My mother.  She taught me what type of person *NOT *to be by her example.


----------



## officerripley (Oct 21, 2020)

A couple of high school teachers; they taught me how to think. (Not much of that going on at home when I was a kid.)


----------



## Phoenix (Oct 21, 2020)

Youngatheart said:


> Who and how?


What about you?  You didn't say.


----------



## Ruthanne (Oct 21, 2020)

Many many people have influenced me in my life and I can't just pick one.


----------



## bowmore (Oct 21, 2020)

A highschool lab assistant named Mr. Pedro. He pointed me in the right direction and smoothed off some of my rough edges. I went back to visit him once, and he had a notebook full of others who thanked him for his guidance.


----------



## Youngatheart (Oct 21, 2020)

Phoenix said:


> What about you?  You didn't say.


It's complicated. I grew up in a bad environment so to say.


----------



## Aunt Marg (Oct 21, 2020)

Youngatheart said:


> Who and how?


Definitely my mom.

My mom was always there for me no matter what. She taught me so much (about quite literally everything) from the time I was really young, until I left home, and continued teaching me things even after I was out on my own.
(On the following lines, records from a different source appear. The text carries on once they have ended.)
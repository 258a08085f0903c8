#include "crystal/lattice.hpp"

#include <algorithm>
#include <array>
#include <cstdint>
#include <numeric>

#include "crystal/fraction_matrix.hpp"
#include "crystal/space_group.hpp"
#include "exact/checked.hpp"

namespace spinsieve {

namespace {

using Row = std::array<std::int64_t, 3>;

/// Hermite normal form of the rows: upper triangular, positive diagonal, entries above reduced.
std::array<Row, 3> hermite(std::vector<Row> rows) {
  for (std::size_t column = 0; column < 3; ++column) {
    while (true) {
      // The row of the smallest non-zero entry comes up; the others are reduced by it.
      std::size_t smallest = rows.size();
      for (std::size_t i = column; i < rows.size(); ++i)
        if (rows[i][column] != 0 && (smallest == rows.size() ||
                                     std::abs(rows[i][column]) < std::abs(rows[smallest][column])))
          smallest = i;
      std::swap(rows[column], rows[smallest]);
      if (rows[column][column] < 0)
        for (std::int64_t& entry : rows[column]) entry = -entry;
      bool clean = true;
      for (std::size_t i = column + 1; i < rows.size(); ++i) {
        const std::int64_t n = rows[i][column] / rows[column][column];
        for (std::size_t j = 0; j < 3; ++j)
          rows[i][j] = checked_subtract(rows[i][j], checked_multiply(n, rows[column][j]));
        clean = clean && rows[i][column] == 0;
      }
      if (clean) break;
    }
    for (std::size_t i = 0; i < column; ++i) {
      const std::int64_t rest = positive_modulo(rows[i][column], rows[column][column]);
      const std::int64_t n = (rows[i][column] - rest) / rows[column][column];
      for (std::size_t j = 0; j < 3; ++j) rows[i][j] -= n * rows[column][j];
    }
  }
  return {rows[0], rows[1], rows[2]};
}

}  // namespace

FractionMatrix lattice_basis(std::span<const FractionVector> centrings) {
  std::int64_t common = 1;
  for (const FractionVector& centring : centrings)
    for (const Fraction x : centring)
      common = checked_multiply(common, x.denominator() / std::gcd(common, x.denominator()));
  std::vector<Row> rows{{common, 0, 0}, {0, common, 0}, {0, 0, common}};
  for (const FractionVector& centring : centrings) {
    Row row{};
    for (std::size_t i = 0; i < 3; ++i)
      row[i] = checked_multiply(centring[i].numerator(), common / centring[i].denominator());
    rows.push_back(row);
  }
  FractionMatrix basis;
  const std::array<Row, 3> reduced = hermite(std::move(rows));
  for (std::size_t i = 0; i < 3; ++i)
    for (std::size_t j = 0; j < 3; ++j) basis[i][j] = Fraction(reduced[i][j], common);
  return basis;
}

namespace {

std::int64_t product(const IntMetric& G, const IntVector& v, const IntVector& w) {
  std::int64_t sum = 0;
  for (std::size_t i = 0; i < 3; ++i)
    for (std::size_t j = 0; j < 3; ++j) sum += v[i] * G[i][j] * w[j];
  return sum;
}

std::int64_t nearest_quotient(std::int64_t a, std::int64_t b) {
  return (2 * a + b - positive_modulo(2 * a + b, 2 * b)) / (2 * b);
}

/// One round of shortening; true when something became shorter.
bool shorten(const IntMetric& G, IntMatrix& basis) {
  for (std::size_t i = 0; i < 3; ++i)
    for (std::size_t j = 0; j < 3; ++j) {
      if (i == j) continue;
      const std::int64_t n =
          nearest_quotient(product(G, basis[i], basis[j]), product(G, basis[j], basis[j]));
      IntVector candidate = basis[i];
      for (std::size_t k = 0; k < 3; ++k) candidate[k] -= static_cast<int>(n) * basis[j][k];
      if (product(G, candidate, candidate) < product(G, basis[i], basis[i])) {
        basis[i] = candidate;
        return true;
      }
    }
  for (std::size_t i = 0; i < 3; ++i)
    for (const int p : {-1, 1})
      for (const int q : {-1, 1}) {
        IntVector candidate = basis[i];
        for (std::size_t k = 0; k < 3; ++k)
          candidate[k] += p * basis[(i + 1) % 3][k] + q * basis[(i + 2) % 3][k];
        if (product(G, candidate, candidate) < product(G, basis[i], basis[i])) {
          basis[i] = candidate;
          return true;
        }
      }
  return false;
}

}  // namespace

IntMatrix reduced_basis(const IntMetric& G) {
  IntMatrix basis{{{1, 0, 0}, {0, 1, 0}, {0, 0, 1}}};
  while (shorten(G, basis)) {
  }
  if (determinant(basis) < 0)
    for (IntVector& row : basis)
      for (int& entry : row) entry = -entry;
  return basis;
}

IntMetric averaged_metric(std::span<const IntMatrix> rotations, const IntMetric& start) {
  IntMetric sum{};
  for (const IntMatrix& R : rotations)
    for (std::size_t i = 0; i < 3; ++i)
      for (std::size_t j = 0; j < 3; ++j)
        for (std::size_t p = 0; p < 3; ++p)
          for (std::size_t q = 0; q < 3; ++q) sum[i][j] += R[p][i] * start[p][q] * R[q][j];
  return sum;
}

std::array<FractionVector, 3> primitive_basis(const SpaceGroup& group) {
  return lattice_basis(group.centrings());
}

namespace {

/// R in the basis whose rows are given: coordinates x = basisᵀ y.
std::optional<IntMatrix> in_basis(const IntMatrix& R, const FractionMatrix& basis) {
  const FractionMatrix columns = transpose(basis);
  return to_integers(product(product(inverse(columns), to_fractions(R)), columns));
}

/// Integer matrices of the reduced basis that keep all the metrics; entries are within ±2 there.
std::vector<IntMatrix> automorphisms(std::span<const IntMetric> metrics) {
  std::array<std::vector<IntVector>, 3> images;
  for (int x = -2; x <= 2; ++x)
    for (int y = -2; y <= 2; ++y)
      for (int z = -2; z <= 2; ++z)
        for (std::size_t i = 0; i < 3; ++i) {
          const IntVector v{x, y, z};
          if (std::all_of(metrics.begin(), metrics.end(),
                          [&](const IntMetric& G) { return product(G, v, v) == G[i][i]; }))
            images[i].push_back(v);
        }
  const auto fits = [&metrics](const IntVector& v, const IntVector& w, std::size_t i,
                               std::size_t j) {
    return std::all_of(metrics.begin(), metrics.end(),
                       [&](const IntMetric& G) { return product(G, v, w) == G[i][j]; });
  };
  std::vector<IntMatrix> result;
  for (const IntVector& a : images[0])
    for (const IntVector& b : images[1]) {
      if (!fits(a, b, 0, 1)) continue;
      for (const IntVector& c : images[2])
        if (fits(a, c, 0, 2) && fits(b, c, 1, 2))
          result.push_back({{{a[0], b[0], c[0]}, {a[1], b[1], c[1]}, {a[2], b[2], c[2]}}});
    }
  return result;
}

}  // namespace

std::vector<IntMatrix> holohedry(const SpaceGroup& group) {
  FractionMatrix basis = primitive_basis(group);
  std::vector<IntMatrix> rotations;
  for (const Operation& operation : group.operations())
    rotations.push_back(*in_basis(operation.rotation, basis));
  const IntMatrix shortest = reduced_basis(averaged_metric(rotations, generic_metric));
  basis = product(to_fractions(shortest), basis);
  for (std::size_t i = 0; i < rotations.size(); ++i)
    rotations[i] = *in_basis(group.operations()[i].rotation, basis);
  // The averages of the six symmetric unit matrices span every metric the group allows; a positive
  // one stands first, which bounds the search.
  std::vector<IntMetric> metrics{averaged_metric(rotations, generic_metric)};
  for (std::size_t i = 0; i < 3; ++i)
    for (std::size_t j = i; j < 3; ++j) {
      IntMetric unit{};
      unit[i][j] = unit[j][i] = 1;
      metrics.push_back(averaged_metric(rotations, unit));
    }
  constexpr IntMatrix identity{{{1, 0, 0}, {0, 1, 0}, {0, 0, 1}}};
  std::vector<IntMatrix> result{identity};
  const FractionMatrix back = inverse(transpose(basis));
  for (const IntMatrix& W : automorphisms(metrics)) {
    const auto R = to_integers(product(product(transpose(basis), to_fractions(W)), back));
    if (R && *R != identity) result.push_back(*R);
  }
  std::sort(result.begin() + 1, result.end(), std::greater<>());
  return result;
}

}  // namespace spinsieve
No one understood me better than my mom, because her and I came from the same mold. She was me, and I was her. She could look at my eyes and she knew if I was doing well, if I was happy or not, or if I had to talk. She could truly read me.

When I lost my mom, the hollow I felt was something I never could have imagined in a thousand years.


----------



## Youngatheart (Oct 21, 2020)

win231 said:


> My mother.  She taught me what type of person *NOT *to be by her example.


Just like my father.


----------



## Keesha (Oct 21, 2020)

My husband. He’s reassures me that I am  worthy of love. He helps ground me with his logic and common sense. He supports me while I shift and struggle through various mental disorders. He believes in me no matter what .  He makes me laugh and helps me cope. He teaches me by showing me daily what love really is. He’s my ROCK and soul mate.


----------



## Gaer (Oct 21, 2020)

bowmore said:


> A highschool lab assistant named Mr. Pedro. He pointed me in the right direction and smoothed off some of my rough edges. I went back to visit him once, and he had a notebook full of others who thanked him for his guidance.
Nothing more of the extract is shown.